#### Supplied records
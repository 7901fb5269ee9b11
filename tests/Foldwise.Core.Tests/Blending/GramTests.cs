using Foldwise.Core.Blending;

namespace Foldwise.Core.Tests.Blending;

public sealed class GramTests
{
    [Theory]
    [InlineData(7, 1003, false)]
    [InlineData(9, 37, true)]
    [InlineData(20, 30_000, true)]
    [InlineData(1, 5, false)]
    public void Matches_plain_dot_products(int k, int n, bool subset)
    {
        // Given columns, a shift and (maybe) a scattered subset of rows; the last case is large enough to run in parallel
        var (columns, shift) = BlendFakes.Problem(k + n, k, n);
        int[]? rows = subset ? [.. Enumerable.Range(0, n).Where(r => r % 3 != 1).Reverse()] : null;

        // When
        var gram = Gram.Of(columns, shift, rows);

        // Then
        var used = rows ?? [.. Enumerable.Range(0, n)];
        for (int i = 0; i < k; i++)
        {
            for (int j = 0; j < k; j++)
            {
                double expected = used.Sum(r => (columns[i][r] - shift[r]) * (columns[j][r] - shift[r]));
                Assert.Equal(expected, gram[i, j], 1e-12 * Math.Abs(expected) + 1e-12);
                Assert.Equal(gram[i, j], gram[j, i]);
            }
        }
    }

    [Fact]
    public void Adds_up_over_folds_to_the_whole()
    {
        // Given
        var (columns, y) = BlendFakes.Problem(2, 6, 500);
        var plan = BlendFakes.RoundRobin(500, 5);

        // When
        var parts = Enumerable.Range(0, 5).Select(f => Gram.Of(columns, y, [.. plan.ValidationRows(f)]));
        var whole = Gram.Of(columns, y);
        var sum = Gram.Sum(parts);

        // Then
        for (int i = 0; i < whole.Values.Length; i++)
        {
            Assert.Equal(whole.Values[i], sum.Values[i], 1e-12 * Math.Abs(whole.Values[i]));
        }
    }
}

#### Task brief
Among the entries, copy every line containing the word "Given".

#### Exercise output
        // Given columns, a shift and (maybe) a scattered subset of rows; the last case is large enough to run in parallel
        // Given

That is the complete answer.